--- START ---

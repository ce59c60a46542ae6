/**
 * Stores built with a learned embedding, end to end through the CLI in-process (main(argv, io)):
 * a small simulated league (src/sim, invented data), tiny trainings, comps in the embedded space.
 * The checks are invariants (Shapley efficiency, checksums, determinism), not reference values.
 */
import { mkdtemp, readFile, rm, stat, writeFile } from 'node:fs/promises';
import { tmpdir } from 'node:os';
import { join } from 'node:path';
import { afterAll, beforeAll, describe, expect, it } from 'vitest';
import { simulateLeague } from '../../src/sim/simulateLeague.ts';
import { writeLeagueCsv } from '../../src/sim/writeLeagueCsv.ts';
import { openProfileStore } from '../../src/store/openProfileStore.ts';
import type { CompsResult } from '../../src/query/CompsResult.ts';
import { runCli } from '../helpers/runCli.ts';

let dir = '';
let roster = '';
let target = '';
/** Quick settings: few epochs, a small driver sample. */
const QUICK = ['--max-epochs', '4', '--patience', '2', '--drivers', '8', '--seed', '5'];

interface AttributedJson {
  readonly distance: number;
  readonly likeness: number;
  readonly attribution_total?: number;
  readonly attribution_error?: number;
  readonly attribution_method?: string;
  readonly dimensions: readonly { readonly name: string; readonly attribution?: number; readonly missing: boolean }[];
  readonly alike: readonly string[];
  readonly apart: readonly string[];
}

async function comps(store: string, ...extra: string[]): Promise<CompsResult & { comps: readonly AttributedJson[] }> {
  const r = await runCli('comps', target, '--store', store, '--format', 'json', '--k', '8', ...extra);
  expect(r.stderr).toBe('');
  expect(r.code).toBe(0);
  return JSON.parse(r.stdout) as CompsResult & { comps: readonly AttributedJson[] };
}

beforeAll(async () => {
  dir = await mkdtemp(join(tmpdir(), 'kindred-embedded-'));
  roster = join(dir, 'roster');
  const league = simulateLeague({ seed: 4242, firstSeason: 2003, lastSeason: 2026, targetPlayerSeasons: 8000 });
  await writeLeagueCsv(league, roster);
  for (const space of ['pca', 'autoencoder']) {
    const r = await runCli('build', roster, '--store', join(dir, space), '--embed', space, ...QUICK);
    expect(r.code, r.stderr).toBe(0);
  }
  // an infielder with a full recent profile: tracking dimensions present, so more than 12 in play
  const store = await openProfileStore(join(dir, 'pca'));
  const g = store.groups.get('IF');
  if (!g) throw new Error('no IF group in the test league');
  let best = 0;
  for (let i = 0; i < g.n; i++) if ((g.sample[i] ?? 0) > (g.sample[best] ?? 0) && (g.season[i] ?? 0) === 2026) best = i;
  target = store.players[g.player[best] ?? 0]?.playerId ?? '';
}, 240_000);

afterAll(async () => {
  await rm(dir, { recursive: true, force: true });
});

describe('kindred build --embed', () => {
  it.each(['pca', 'autoencoder'])('a %s store answers comps in its embedded space, likeness 0 to 100 and falling with distance', async (space) => {
    const r = await comps(join(dir, space));
    expect(r.query.space).toBe(space);
    expect(r.comps.length).toBe(8);
    const distances = r.comps.map((c) => c.distance);
    expect(distances).toEqual([...distances].sort((a, b) => a - b));
    const likeness = r.comps.map((c) => c.likeness);
    for (const l of likeness) expect(l).toBeGreaterThanOrEqual(0);
    for (const l of likeness) expect(l).toBeLessThanOrEqual(100);
    expect(likeness).toEqual([...likeness].sort((a, b) => b - a));
  });

  it.each(['pca', 'autoencoder'])('every %s comp has attributions that add up to attribution_total (Shapley efficiency)', async (space) => {
    const r = await comps(join(dir, space));
    for (const c of r.comps) {
      expect(c.attribution_total).toBeDefined();
      const sum = c.dimensions.reduce((a, d) => a + (d.attribution ?? NaN), 0);
      expect(sum).toBeCloseTo(c.attribution_total ?? NaN, 9);
      for (const d of c.dimensions) if (d.missing) expect(d.attribution).toBe(0);
      expect(['exact', 'sampled']).toContain(c.attribution_method);
      if (c.attribution_method === 'exact') expect(c.attribution_error).toBe(0);
      else expect(c.attribution_error).toBeGreaterThan(0);
      for (const name of [...c.alike, ...c.apart]) expect(c.dimensions.find((d) => d.name === name)?.missing).toBe(false);
      expect(c.alike.filter((n) => c.apart.includes(n))).toEqual([]);
    }
  });

  it('the attribution total equals the embedded distance when both players have the same dimensions', async () => {
    const r = await comps(join(dir, 'pca'));
    const same = r.comps.filter((c) => c.dimensions.every((d) => !d.missing));
    for (const c of same) expect(c.attribution_total ?? NaN).toBeCloseTo(c.distance, 3);
  });

  it('falls back to the input space for a custom weighting, and says so', async () => {
    const r = await comps(join(dir, 'pca'), '--preset', 'power');
    expect(r.query.space).toBe('input');
    expect(r.comps[0]?.attribution_total).toBeUndefined();
  });

  it('builds the same comps twice from the same seed', async () => {
    const again = join(dir, 'autoencoder-again');
    const b = await runCli('build', roster, '--store', again, '--embed', 'autoencoder', ...QUICK);
    expect(b.code, b.stderr).toBe(0);
    const first = await comps(join(dir, 'autoencoder'));
    const second = await comps(again);
    expect(second.comps).toEqual(first.comps);
    const model = 'group-IF.model.json';
    expect(await readFile(join(again, model), 'utf8')).toBe(await readFile(join(dir, 'autoencoder', model), 'utf8'));
  }, 180_000); // a full build: over 60 s once under a full suite with a bench beside it on 2 cores

  it('refuses a store whose model JSON was changed after the build (checksum)', async () => {
    const copy = join(dir, 'tampered');
    const b = await runCli('build', roster, '--store', copy, '--embed', 'pca', ...QUICK);
    expect(b.code, b.stderr).toBe(0);
    const file = join(copy, 'group-IF.model.json');
    const text = await readFile(file, 'utf8');
    // one digit of one weight changed: same length, still valid JSON, a different model
    const at = text.slice(text.indexOf('"components":[')).search(/[0-9]/) + text.indexOf('"components":[');
    const digit = text[at] === '1' ? '2' : '1';
    await writeFile(file, text.slice(0, at) + digit + text.slice(at + 1));
    expect(await readFile(file, 'utf8')).not.toBe(text);
    const r = await runCli('comps', target, '--store', copy, '--format', 'json');
    expect(r.code).toBe(1);
    expect(r.stderr).toMatch(/group-IF\.model\.json has sha256 [0-9a-f]{64} \(expected [0-9a-f]{64}/);
    expect(r.stderr).toContain('[kindred.store.corrupt]');
  }, 180_000);

  it('writes the learning curve and drivers charts beside the store, and `kindred embedding` lists them', async () => {
    const store = join(dir, 'autoencoder');
    const r = await runCli('embedding', '--store', store, '--format', 'json');
    expect(r.code, r.stderr).toBe(0);
    const report = JSON.parse(r.stdout) as { space: string; groups: { group: string; space: string; chosen_size: number; search: { chosen: boolean; size: number }[]; charts: { learning: string | null; drivers: string | null } }[] };
    expect(report.space).toBe('autoencoder');
    const g = report.groups.find((x) => x.group === 'IF');
    expect(g?.space).toBe('autoencoder');
    expect(g?.search.filter((s) => s.chosen).map((s) => s.size)).toEqual([g?.chosen_size]);
    expect(g?.charts.learning).toBe(`${store}.charts/IF-learning.svg`);
    expect(g?.charts.drivers).toBe(`${store}.charts/IF-drivers.svg`);
    for (const path of [g?.charts.learning, g?.charts.drivers]) {
      expect((await readFile(path ?? '', 'utf8')).startsWith('<svg')).toBe(true);
    }
    const table = await runCli('embedding', '--store', store);
    expect(table.stdout).toContain('IF: autoencoder');
    expect(table.stdout).toContain(`${store}.charts/IF-drivers.svg`);
  });

  it('a rebuild without an embedding answers in the input space and removes the old charts', async () => {
    const store = join(dir, 'rebuilt');
    expect((await runCli('build', roster, '--store', store, '--embed', 'pca', ...QUICK)).code).toBe(0);
    expect((await stat(`${store}.charts`)).isDirectory()).toBe(true);
    const again = await runCli('build', roster, '--store', store, '--embed', 'none');
    expect(again.code, again.stderr).toBe(0);
    await expect(stat(`${store}.charts`)).rejects.toThrow();
    const r = await comps(store);
    expect(r.query.space).toBe('input');
  }, 180_000);

  it('--objective cross-season (linear: --hidden none --activation identity) trains on pairs of seasons, records it, and answers with attributions that add up', async () => {
    const store = join(dir, 'cross-season');
    const b = await runCli('build', roster, '--store', store, '--embed', 'autoencoder', '--objective', 'cross-season', '--hidden', 'none', '--activation', 'identity', '--latent', '4', ...QUICK);
    expect(b.code, b.stderr).toBe(0);
    const summary = JSON.parse(await readFile(join(store, 'group-IF.embedding.json'), 'utf8')) as { search: { rule: string }; training: { settings: { autoencoder: { objective: string } } } };
    expect(summary.search.rule).toMatch(/^cross-season objective \(\d+ pairs: a row and the same player's nearest other season\); fixed latent size 4; code distances made the decoder's \(isometric code\)$/);
    expect(summary.training.settings.autoencoder.objective).toBe('cross-season');
    const model = JSON.parse(await readFile(join(store, 'group-IF.model.json'), 'utf8')) as { hidden: number[]; layers: unknown[] };
    expect([model.hidden, model.layers.length]).toEqual([[], 2]);
    const r = await comps(store);
    expect(r.query.space).toBe('autoencoder');
    for (const c of r.comps) expect(c.dimensions.reduce((a, d) => a + (d.attribution ?? NaN), 0)).toBeCloseTo(c.attribution_total ?? NaN, 9);
    const bad = await runCli('build', roster, '--store', join(dir, 'y'), '--embed', 'autoencoder', '--objective', 'talent');
    expect(bad.code).toBe(2);
    expect(bad.stderr).toContain('expected reconstruct or cross-season');
  }, 180_000);

  it('refuses an unknown space with a usage error (exit code 2)', async () => {
    const r = await runCli('build', roster, '--store', join(dir, 'x'), '--embed', 'umap');
    expect(r.code).toBe(2);
    expect(r.stderr).toContain('expected none, pca, autoencoder');
  });
});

--- END ---

Exercise instructions. Your output should be an exact copy of the lines from the top of the listing above to the line with "the embedded space.", both ends included.

Finished task.
repository ce59c60a46542ae6
/**
 * Stores built with a learned embedding, end to end through the CLI in-process (main(argv, io)):
 * a small simulated league (src/sim, invented data), tiny trainings, comps in the embedded space.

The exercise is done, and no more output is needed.